There are several threads on how to do this. do a search on the
"crack pipe mod" it is a mod where you cut the egr cooler down and just leave the upper section with the exhaust and coolant ports of it together. You then weld a plug in the exhaust ports and run a hose to connect the two coolant lines. You can then also drop the up pipe, cut the scoop out and weld a plug in it too.
If you don't want to cut the egr cooler down you could just weld a plug in each of the exhaust gas ports on the cooler and then cut the scoop out of the up pipe and weld a plug in it. (making a sneaky pipe.) The benefit of this is that you will still pass a visual inspection.
I will do a search quick and try to find the links I have been doing alot of research lately trying to save myself $600.00
There is a fairly easy to do the EGR delete if you're a little handy with a wire welder or know someone who is, and you don't have to get rid of the EGR cooler even if it's leaking internally. PM me if you'd like the details.
the second talks about jb welding the egr shut and unhooking it, which I am not sure I want to do, but it also has a link posted by pipewelder71 showing pics of how to modify the cooler and uppipe and be able to leave the egr valve plugged in so hopefully no codes or lights. here it is:
In my opinion if you have a day, the right tools, and a little creativity. You would be much better off doing this mod yourself instead of spending the $600 on the kit.
There is another thread going on now though where some guys are saying this mod will screw up your trucks computer settings and your truck won't run right if you don't have a tuner to account for the change. I personally have no clue, but that may put a hault to my plans.
I always thought the was a stand alone mod that helped the longevity of the truck and I don't really have the cash for a tuner. Not to mention if I had a tuner I would have a hard time keeping my foot out of the floor and that would lead to ARP headstuds and so on.
My 2004 6.0L was bucking and cutting out, acting very similar to fuel starving or clogging issues. Each time it would buck or hesitate it would puff out a cloud of black smoke.....It was really weird. It happened during acceleration and was acting up way too often. Very annoying.
Then I started to smell antifreeze...
I was really concerned that I might have helped further along the dreaded head gasket issues...
I did some searching and ran across people cleaning or deleting the EGR valve. I simply unplugged it and now it works just like they say... faster turbo spool upand no more smells or bucking. I hope it will hold together long enough for me to save up for a better engine.
Its very odd that something stupid like an EGR valve could cause so much headache.

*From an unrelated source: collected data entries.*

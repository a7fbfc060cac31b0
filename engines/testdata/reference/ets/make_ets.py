"""Exponential-smoothing reference fixtures from statsmodels (fixed parameters).

Writes ets/<case>_<dataset>.json. Every fit uses initialization_method="known"
and optimized=False, so nothing is estimated: the fixtures pin down the
recursions, the start alignment and the forecast formula.

Run from engines/testdata/reference with the system Python:
    /usr/bin/python3 ets/make_ets.py
"""
import json
import os
import sys
import warnings

import numpy as np
import scipy
import statsmodels
from statsmodels.tsa.holtwinters import ExponentialSmoothing, Holt, SimpleExpSmoothing

HERE = os.path.dirname(os.path.abspath(__file__))
ROOT = os.path.dirname(HERE)
SM = "statsmodels %s (numpy %s, scipy %s, Python %s)" % (
    statsmodels.__version__, np.__version__, scipy.__version__, sys.version.split()[0])


def load(name):
    with open(os.path.join(ROOT, "data", name + ".json")) as fh:
        return json.load(fh)


def fl(v):
    """JSON-safe float / list of floats (NaN -> None)."""
    if v is None:
        return None
    a = np.asarray(v, dtype=float)
    if a.ndim == 0:
        x = float(a)
        return None if not np.isfinite(x) else x
    return [None if not np.isfinite(x) else float(x) for x in a]


def write(obj, name):
    path = os.path.join(HERE, name)
    with open(path, "w") as fh:
        json.dump(obj, fh, indent=1, allow_nan=False)
        fh.write("\n")


def replicate(y, m, trend, seasonal, phi, alpha, beta, gamma, l0, b0, s0):
    """The recursions as documented in REFERENCE-METHODS.md (check only).

    Returns fitted values, final states and the seasonal buffer."""
    n = len(y)
    lvl, b = l0, (b0 if trend else 0.0)
    s = list(s0) if seasonal else []
    fit = np.empty(n)
    for t in range(n):
        base = lvl + (phi * b if trend else 0.0)
        if seasonal == "add":
            st = s[t]
            fit[t] = base + st
            new_l = alpha * (y[t] - st) + (1 - alpha) * base
            s.append(gamma * (y[t] - base) + (1 - gamma) * st)
        elif seasonal == "mul":
            st = s[t]
            fit[t] = base * st
            new_l = alpha * (y[t] / st) + (1 - alpha) * base
            s.append(gamma * (y[t] / base) + (1 - gamma) * st)
        else:
            fit[t] = base
            new_l = alpha * y[t] + (1 - alpha) * base
        if trend:
            b = beta * (new_l - lvl) + (1 - beta) * phi * b
        lvl = new_l
    return fit, lvl, b, s


def standard_forecast(n, m, trend, seasonal, phi, lvl, b, s, h):
    """l_n + (phi + ... + phi^k) b_n, combined with s_{n+k-m(floor((k-1)/m)+1)}."""
    out = []
    for k in range(1, h + 1):
        if trend:
            damp = sum(phi ** j for j in range(1, k + 1))
            base = lvl + damp * b
        else:
            base = lvl
        if seasonal:
            # seasonal estimated at time n + k - m*(floor((k-1)/m)+1); time tau
            # sits at index tau + m - 1 of the buffer
            tau = n + k - m * ((k - 1) // m + 1)
            st = s[tau + m - 1]
            base = base + st if seasonal == "add" else base * st
        out.append(base)
    return np.array(out)


def run_case(data, case, y, m, trend, seasonal, damped, params, init, call_model, call_fit, h):
    kw = dict(initialization_method="known", initial_level=init["level"])
    if trend:
        kw["initial_trend"] = init["trend"]
    if seasonal:
        kw["initial_seasonal"] = np.asarray(init["seasonal"])
    with warnings.catch_warnings(record=True) as wlist:
        warnings.simplefilter("always")
        if case == "ses":
            model = SimpleExpSmoothing(y, **kw)
            res = model.fit(smoothing_level=params["alpha"], optimized=False)
        elif case in ("holt", "holt_damped"):
            model = Holt(y, damped_trend=damped, **kw)
            fkw = dict(smoothing_level=params["alpha"], smoothing_trend=params["beta"], optimized=False)
            if damped:
                fkw["damping_trend"] = params["phi"]
            res = model.fit(**fkw)
        else:
            model = ExponentialSmoothing(y, trend="add", damped_trend=damped, seasonal=seasonal,
                                         seasonal_periods=m, **kw)
            fkw = dict(smoothing_level=params["alpha"], smoothing_trend=params["beta"],
                       smoothing_seasonal=params["gamma"], optimized=False)
            if damped:
                fkw["damping_trend"] = params["phi"]
            res = model.fit(**fkw)
    fc = np.asarray(res.forecast(h))
    phi = params.get("phi", 1.0)
    fit, lvl, b, s = replicate(y, m, trend, seasonal, phi, params["alpha"], params.get("beta", 0.0),
                               params.get("gamma", 0.0), init["level"], init.get("trend", 0.0),
                               init.get("seasonal", []))
    std = standard_forecast(len(y), m, trend, seasonal, phi, lvl, b, s, h)
    fitted = np.asarray(res.fittedvalues)
    checks = {
        "replicated_fitted_max_abs_diff": float(np.max(np.abs(fit - fitted))),
        "replicated_sse_rel_diff": float(abs(np.sum((y - fit) ** 2) - res.sse) / res.sse),
        "standard_forecast_max_abs_diff": float(np.max(np.abs(std - fc))),
    }
    scale = max(1.0, float(np.max(np.abs(y))))
    assert checks["replicated_fitted_max_abs_diff"] < 1e-9 * scale, checks
    assert checks["replicated_sse_rel_diff"] < 1e-10, checks
    rp = {}
    for k, v in res.params.items():
        if isinstance(v, (bool, np.bool_)):
            rp[k] = bool(v)
        elif v is None:
            rp[k] = None
        else:
            rp[k] = fl(v)
    obj = {
        "source": "%s; %s.fit(%s); x = datasets::%s as written by R to data/%s.json" % (
            SM, call_model, call_fit, data["name"], data["name"]),
        "dataset": data["name"],
        "frequency": data["frequency"],
        "start": data["start"],
        "n": len(y),
        "x": fl(y),
        "model": {"trend": "add" if trend else None, "damped_trend": damped,
                  "seasonal": seasonal, "seasonal_periods": m if seasonal else None},
        "parameters": params,
        "initial": {"level": init["level"], "trend": init.get("trend"),
                    "seasonal": fl(init["seasonal"]) if seasonal else None,
                    "how_chosen": init["how"]},
        "statsmodels_params": rp,
        "fittedvalues": fl(fitted),
        "sse": float(res.sse),
        "states_after_each_observation": {
            "level": fl(res.level),
            "trend": fl(res.trend) if trend else None,
            "season": fl(res.season) if seasonal else None,
        },
        "final_states": {"level": float(lvl), "trend": float(b) if trend else None,
                         "seasonal_last_m": fl(s[-m:]) if seasonal else None},
        "forecast": {"h": h, "values": fl(fc),
                     "values_standard_formula": fl(std)},
        "warnings": [str(w.message) for w in wlist],
        "checks": checks,
    }
    if seasonal and checks["standard_forecast_max_abs_diff"] > 1e-9 * scale:
        bad = [k + 1 for k in range(h) if abs(std[k] - fc[k]) > 1e-9 * scale]
        obj["forecast"]["note"] = (
            "statsmodels %s's forecast differs from the standard formula at horizons %s "
            "(the multiples of m): there it uses the seasonal estimated at time n - m instead "
            "of the one estimated at time n. 'values' is statsmodels' output verbatim; "
            "'values_standard_formula' applies the standard formula to the same final states."
            % (statsmodels.__version__, bad))
    return obj


def fmt(v):
    return repr(float(v))


def main():
    n_files = 0
    h = 12
    # non-seasonal cases
    for name in ("Nile", "LakeHuron", "WWWusage", "AirPassengers"):
        data = load(name)
        y = np.asarray(data["x"], dtype=float)
        l0 = float(y[0])
        b0 = float(y[1] - y[0])
        cases = [
            ("ses", False, False, {"alpha": 0.3}, {"level": l0, "how": "x[0]"},
             "SimpleExpSmoothing(x, initialization_method=\"known\", initial_level=%s)" % fmt(l0),
             "smoothing_level=0.3, optimized=False"),
            ("holt", True, False, {"alpha": 0.5, "beta": 0.2},
             {"level": l0, "trend": b0, "how": "level = x[0], trend = x[1] - x[0]"},
             "Holt(x, initialization_method=\"known\", initial_level=%s, initial_trend=%s)" % (fmt(l0), fmt(b0)),
             "smoothing_level=0.5, smoothing_trend=0.2, optimized=False"),
            ("holt_damped", True, True, {"alpha": 0.5, "beta": 0.2, "phi": 0.9},
             {"level": l0, "trend": b0, "how": "level = x[0], trend = x[1] - x[0]"},
             "Holt(x, damped_trend=True, initialization_method=\"known\", initial_level=%s, initial_trend=%s)" % (fmt(l0), fmt(b0)),
             "smoothing_level=0.5, smoothing_trend=0.2, damping_trend=0.9, optimized=False"),
        ]
        for case, trend, damped, params, init, cm, cf in cases:
            obj = run_case(data, case, y, 1, trend, None, damped, params, init, cm, cf, h)
            write(obj, "%s_%s.json" % (case, name))
            n_files += 1
    # seasonal cases on AirPassengers
    data = load("AirPassengers")
    y = np.asarray(data["x"], dtype=float)
    m = 12
    l0 = float(y[:m].mean())
    b0 = float((y[m:2 * m].mean() - y[:m].mean()) / m)
    for seasonal in ("add", "mul"):
        s0 = (y[:m] - l0) if seasonal == "add" else (y[:m] / l0)
        how = ("level = mean(x[0:12]), trend = (mean(x[12:24]) - mean(x[0:12])) / 12, "
               "seasonal = x[0:12] %s level" % ("-" if seasonal == "add" else "/"))
        for damped in (False, True):
            params = {"alpha": 0.3, "beta": 0.1, "gamma": 0.2}
            if damped:
                params["phi"] = 0.9
            init = {"level": l0, "trend": b0, "seasonal": [float(v) for v in s0], "how": how}
            cm = ("ExponentialSmoothing(x, trend=\"add\", damped_trend=%s, seasonal=\"%s\", seasonal_periods=12, "
                  "initialization_method=\"known\", initial_level=%s, initial_trend=%s, initial_seasonal=<initial.seasonal>)"
                  % (damped, seasonal, fmt(l0), fmt(b0)))
            cf = "smoothing_level=0.3, smoothing_trend=0.1, smoothing_seasonal=0.2%s, optimized=False" % (
                ", damping_trend=0.9" if damped else "")
            obj = run_case(data, "hw", y, m, True, seasonal, damped, params, init, cm, cf, 2 * m)
            write(obj, "hw_%s_%s_AirPassengers.json" % ("damped" if damped else "add", seasonal))
            n_files += 1
    print("ets: wrote %d files" % n_files)


if __name__ == "__main__":
    main()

A friend and I put in an EGR Delete Kit into my F250 on the other day. Everything went failry smooth until we got to the two bolts on the lower end of the Y-pipe. These were the only bolts that gave us problems and we had to break them to get them out but the kit contained replacement bolts anyway. Since the turbo was out we havled it and cleaned it and it runs great now. A couple of things that the kit didn't have and I feel should have had was the gaskert for the oil inlet at the top of the turbo and the o-rings for the bottom of the turbo. The o-rings may have been able to be reused but not worth the risk as far as I'm concerned, but the gasket was a must. These parts are not that expensive approximately $24.00 for both o-rings and gasket. We found that even though the instructions did not call for the removal of the anti-freeze resevrvoir it was helpful to remove it and I flushed it out since I had it out. Another lesson learned that was not mentioned in the instructions was to connect the Y-pipe back to the turbo before tightening the ends onto the manifolds. The whole process took over 10 hours but would have been less if the Y-pipe bolts wouldn't have been such a problem.
The end result is my 6.0L diesel is purring like a kitten.
I also forgot to mention that we left the EGR valve installed instead of blocking it off so the PCM still thinks it actuating and thus no codes or check engine light. AS there is no more exhaust going to it, it is simply actuating itself inside the instake plenum.